A chatbot is typically implemented by a complex configuration of collaborating objects, each playing a particular role by implementing a corresponding interface.
Certain configuration patterns can more easily be setup by using an AiService 'builder'. It provides a lot of default logic, so you need to specify less. E.g.
you can choose the ChatMemory implementation to use, but the logic for adding the messages during the dialog is provided by default. A nice trick is that the
result of calling AiService.build is an instance of an interface defined by you, so all the complexity is abstracted away behind an interface method you declare.
E.g. given the following interface
public interface ChatbotAgent {
TokenStream respond(String userMessage);
}
we can create an implementation with
chatbot = AiServices.builder(ChatbotAgent.class)
.streamingChatLanguageModel(llm)
.chatMemory(chatMemory)
.build();
and use it by calling chatbotAgent.respond(line).
The resulting TokenStream is similar to StreamingResponseHandler, but takes three callback functions instead of an interface implementation with three methods:
chatbotAgent.respond(line)
.onNext(token -> System.out.print(token))
.onComplete(response -> {
aiMessageHandler.apply(response.content());
System.out.print("\nuser message to llm > ");
})
.onError(error -> System.out.println("\n... oops, something went wrong!"))
.start();
For our simple chatbot, using AiService doesn't make a big difference, but for the RAG case that follows it makes more sense.
The technique of Retrieval Augmented Generation (RAG) tries to solve the problem that LLMs lack up-to-date and relevant information for most domains.
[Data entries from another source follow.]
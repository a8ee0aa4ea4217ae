import type { MonthlyProduction } from "./production";

export type MonthBars = {
  months: string[];
  series: { id: string; name: string; values: number[] }[];
  /** The top of the scale and its gridlines, in grams: round numbers above the tallest month. */
  top: number;
  ticks: number[];
};

const OFF_CLAIM = "Off-claim";

/** A round step (1, 2 or 5 × 10ⁿ) that splits `max` into at most `count` parts. */
function niceStep(max: number, count: number): number {
  const raw = max / count;
  const power = 10 ** Math.floor(Math.log10(raw));
  return [1, 2, 5, 10].map((m) => m * power).find((s) => s >= raw) ?? 10 * power;
}

/** Fine gold per month stacked by claim, in months' order, with a scale of round gridlines. */
export function monthBars(rows: MonthlyProduction[], gridlines = 4): MonthBars {
  const months = [...new Set(rows.map((m) => m.month))].sort();
  // One series per claim (by id: two claims may share a name), named by the claim.
  const ids = [...new Set(rows.map((m) => m.claimId))];
  const series = ids.map((id) => ({
    id: id ?? "",
    name: rows.find((m) => m.claimId === id)?.claimName ?? OFF_CLAIM,
    values: months.map((month) => rows.filter((m) => m.month === month && m.claimId === id).reduce((n, m) => n + m.fineGrams, 0)),
  }));
  const tallest = Math.max(0, ...months.map((_, i) => series.reduce((n, s) => n + s.values[i], 0)));
  if (tallest <= 0) return { months, series, top: 0, ticks: [] };
  const step = niceStep(tallest, gridlines);
  const top = Math.ceil(tallest / step) * step;
  const ticks = Array.from({ length: Math.round(top / step) + 1 }, (_, i) => Number((i * step).toPrecision(12)));
  return { months, series, top, ticks };
}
It's impractical to use machine learning to teach an LLM new facts, so instead RAG tries to provide all relevant facts as part of user messages, a bit like we above provided today's date. The relevant facts to include are found using information retrieval (IR) techniques.
Although IR can be done in many ways, using so-called 'embeddings' have become the standard one in the context of LLMs. An embedding is a vector of numbers derived from a sequence of words (phrases, sentences, paragraphs) that in some sense captures the 'meaning' of the words. By using some metric of similarity of vectors, you can find how 'close' in meaning or topic the corresponding sequence of words are.
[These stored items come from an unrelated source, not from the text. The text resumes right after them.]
"use client";
import { useRouter } from "next/navigation";
import { useState } from "react";
import { api, ApiError } from "./api";

export function PriceForm({ currency }: { currency: string }) {
  const router = useRouter();
  const [form, setForm] = useState({ effectiveOn: new Date().toISOString().slice(0, 10), price: "", currency });
  const [errors, setErrors] = useState<Record<string, string>>({});
  const [done, setDone] = useState(false);
  return (
    <form
      className="sheet flex flex-wrap items-end gap-2"
      aria-label="Record a reference price"
      onSubmit={async (e) => {
        e.preventDefault();
        setErrors({});
        setDone(false);
        try {
          await api("/api/club/prices", { method: "POST", body: { effectiveOn: form.effectiveOn, pricePerTroyOunce: Number(form.price.replace(",", ".")), currency: form.currency.toUpperCase() } });
          setDone(true);
          setForm({ ...form, price: "" });
          router.refresh();
        } catch (error) {
          if (error instanceof ApiError) setErrors(Object.fromEntries(Object.entries(error.fields).map(([k, v]) => [k, v[0]])));
        }
      }}
    >
      <label className="flex flex-col">
        <span className="field-label">In force from</span>
        <input type="date" className="field-input" value={form.effectiveOn} onChange={(e) => setForm({ ...form, effectiveOn: e.target.value })} />
        {errors.effectiveOn && <span className="field-error">{errors.effectiveOn}</span>}
      </label>
      <label className="flex flex-col">
        <span className="field-label">Price per troy ounce</span>
        <input inputMode="decimal" className="field-input figure" value={form.price} onChange={(e) => setForm({ ...form, price: e.target.value })} aria-invalid={!!errors.pricePerTroyOunce} />
        {errors.pricePerTroyOunce && <span className="field-error">{errors.pricePerTroyOunce}</span>}
      </label>
      <label className="flex flex-col">
        <span className="field-label">Currency</span>
        <input className="field-input w-24" maxLength={3} value={form.currency} onChange={(e) => setForm({ ...form, currency: e.target.value })} />
        {errors.currency && <span className="field-error">{errors.currency}</span>}
      </label>
      <button type="submit" className="btn btn-primary">
        Record the price
      </button>
      {done && (
        <span role="status" className="font-bold text-moss">
          Recorded.
        </span>
      )}
    </form>
  );
}
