import { describe, expect, it } from "vitest";
import { royaltyDue } from "./royalty";

// Troy ounce = 31.1034768 g (NIST SP 811, Appendix B.8).
const season = { value: 10_000, valueLow: 8_000, valueHigh: 12_000, currency: "USD", fineGrams: 311.034768, fineLow: 155.517384, fineHigh: 466.552152 };

describe("the royalty a landowner's agreement sets", () => {
  it("a share of the value, with its worst cases", () => {
    expect(royaltyDue({ royaltyKind: "percent_of_value", royaltyRate: 5 }, season)).toEqual({ text: "500.00 USD", low: "400.00 USD", high: "600.00 USD" });
  });
  it("grams per troy ounce of fine gold: 10 ozt at 1.5 g an ounce is 15 g", () => {
    expect(royaltyDue({ royaltyKind: "grams_per_troy_ounce", royaltyRate: 1.5 }, season)).toEqual({ text: "15.00 g", low: "7.50 g", high: "22.50 g" });
  });
  it("none when the agreement sets none", () => {
    expect(royaltyDue({ royaltyKind: null, royaltyRate: null }, season)).toBeNull();
  });
});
A simplified RAG technique has the following steps:
- Gather the documents that contain information/facts that should inform the chatbot. A document can be anything from which you can generate text segments suitable for computing embeddings.
- Generate text segments from the documents, compute corresponding embeddings and store them in an index for fast search and retrieval.
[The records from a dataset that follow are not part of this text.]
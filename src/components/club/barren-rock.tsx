"use client";
import { useQuery } from "@tanstack/react-query";
import { useRouter } from "next/navigation";
import { useState } from "react";
import type { HostProposal } from "@/lib/figures/host-proposal";
import { MIN_HOST_HALF_RANGE, MIN_PIECES } from "@/lib/figures/host-proposal";
import { formatWhen } from "@/lib/format";
import { api } from "./api";
import type { ClaimProfile } from "./claim-profile-editor";

type Answer = {
  timeZone: string;
  pieces: { id: string; memberName: string | null; weighedAt: number; density: number; scaleCheckPassed: boolean | null }[];
  proposal: HostProposal | null;
};

/**
 * A claim's barren-rock weigh-ins for the season: each piece's density (the server's), and the
 * host density they propose, put into the claim's gold profile with one press.
 */
export function BarrenRock({ claim, season }: { claim: ClaimProfile; season: number }) {
  const router = useRouter();
  const { data } = useQuery({
    queryKey: ["barren-rock", claim.id, season],
    queryFn: () => api<Answer>(`/api/club/barren-rock?claimId=${claim.id}&season=${season}`),
  });
  const [status, setStatus] = useState<string | null>(null);
  const p = data?.proposal;

  async function accept(proposal: HostProposal) {
    try {
      await api(`/api/club/claims/${claim.id}/profile`, {
        method: "PUT",
        body: {
          finenessLow: claim.finenessLow,
          finenessHigh: claim.finenessHigh,
          finenessSource: claim.finenessSource,
          hostDensityLow: proposal.low,
          hostDensityHigh: proposal.high,
          hostDensitySource: `Barren-rock weigh-ins of ${season}: ${proposal.pieces} pieces, mean ${proposal.mean.toFixed(3)} ± 2 × ${proposal.sd.toFixed(3)} g/cm³`,
        },
      });
      setStatus("The claim's host rock is now the proposal. Members' weigh-ins on this claim start from it after their next sync.");
      router.refresh();
    } catch (error) {
      setStatus((error as Error).message);
    }
  }

  return (
    <section className="sheet flex flex-col gap-3" aria-label={`Barren rock on ${claim.name}`}>
      <h3 className="text-lg font-bold">Barren rock, {season}</h3>
      {data && data.pieces.length === 0 && <p className="text-ink-soft">No barren-rock weigh-ins on this claim this season.</p>}
      {data && data.pieces.length > 0 && (
        <table className="w-full text-left text-sm" data-testid="barren-rock-pieces">
          <thead>
            <tr className="border-b-2 border-rule">
              <th className="py-1 pr-2">Weighed</th>
              <th className="py-1 pr-2">By</th>
              <th className="py-1 pr-2 text-right">Density g/cm³</th>
              <th className="py-1">Scale</th>
            </tr>
          </thead>
          <tbody>
            {data.pieces.map((r) => (
              <tr key={r.id} className="border-b border-rule">
                <td className="py-1 pr-2">{formatWhen(r.weighedAt, data.timeZone)}</td>
                <td className="py-1 pr-2">{r.memberName}</td>
                <td className="figure py-1 pr-2 text-right">{r.density.toFixed(3)}</td>
                <td className="py-1">{r.scaleCheckPassed === true ? "✓ checked" : r.scaleCheckPassed === false ? "⚠ check failed" : "not checked"}</td>
              </tr>
            ))}
          </tbody>
        </table>
      )}
      {data && data.pieces.length > 0 && !p && (
        <p className="text-sm">
          {data.pieces.length} of at least {MIN_PIECES} pieces weighed: no proposal yet.
        </p>
      )}
      {p && (
        <div className="rounded-md border-2 border-rule p-2" data-testid="host-proposal">
          <p>
            {p.pieces} pieces of barren rock say this claim&apos;s host rock is{" "}
            <span className="figure font-bold">
              {p.value.toFixed(3)} g/cm³ ({p.low.toFixed(3)}–{p.high.toFixed(3)})
            </span>
            . The profile now says {claim.hostDensity} g/cm³ ({claim.hostDensityLow}–{claim.hostDensityHigh}).
          </p>
          <button type="button" className="btn mt-2" onClick={() => void accept(p)}>
            Use as the claim&apos;s host rock
          </button>
          <p className="mt-1 text-xs text-ink-soft">
            Mean of the pieces&apos; densities ± twice their standard deviation, at least ± {MIN_HOST_HALF_RANGE} g/cm³ (see the README). Pieces with gold or
            sulphides in them raise it: look at each before you accept.
          </p>
        </div>
      )}
      {status && <p role="status">{status}</p>}
    </section>
  );
}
- For each user input in the dialog, search for corresponding text fragments and include the most relevant ones in the user message provided to the LLM.
Langchain4J has tools for all three steps, e.g. FileSystemDocumentLoader for loading files, DocumentSplitters for generating TextSegments, several implementations of EmbeddingModel and EmbeddingStore for computing and storing embeddings, and EmbeddingStoreContentRetriever for retrieving relevant segments during the dialog.
The API is flexible, it's usually easy to provide custom logic for certain steps, e.g. the script uses JSoup and
the CopyDown html-to-markdown converter for parsing and transforming HTML files.
To run this script, you need to prepare HTML files of your own and point the documentsPath variable to their location.
This variant of RAG-based chatbot uses Quarkus and its dependency injection (DI) implementation (called ARC) as application platform. LlmServices.java and application.properties provides instances (beans) and properties that are injected into chatbot application.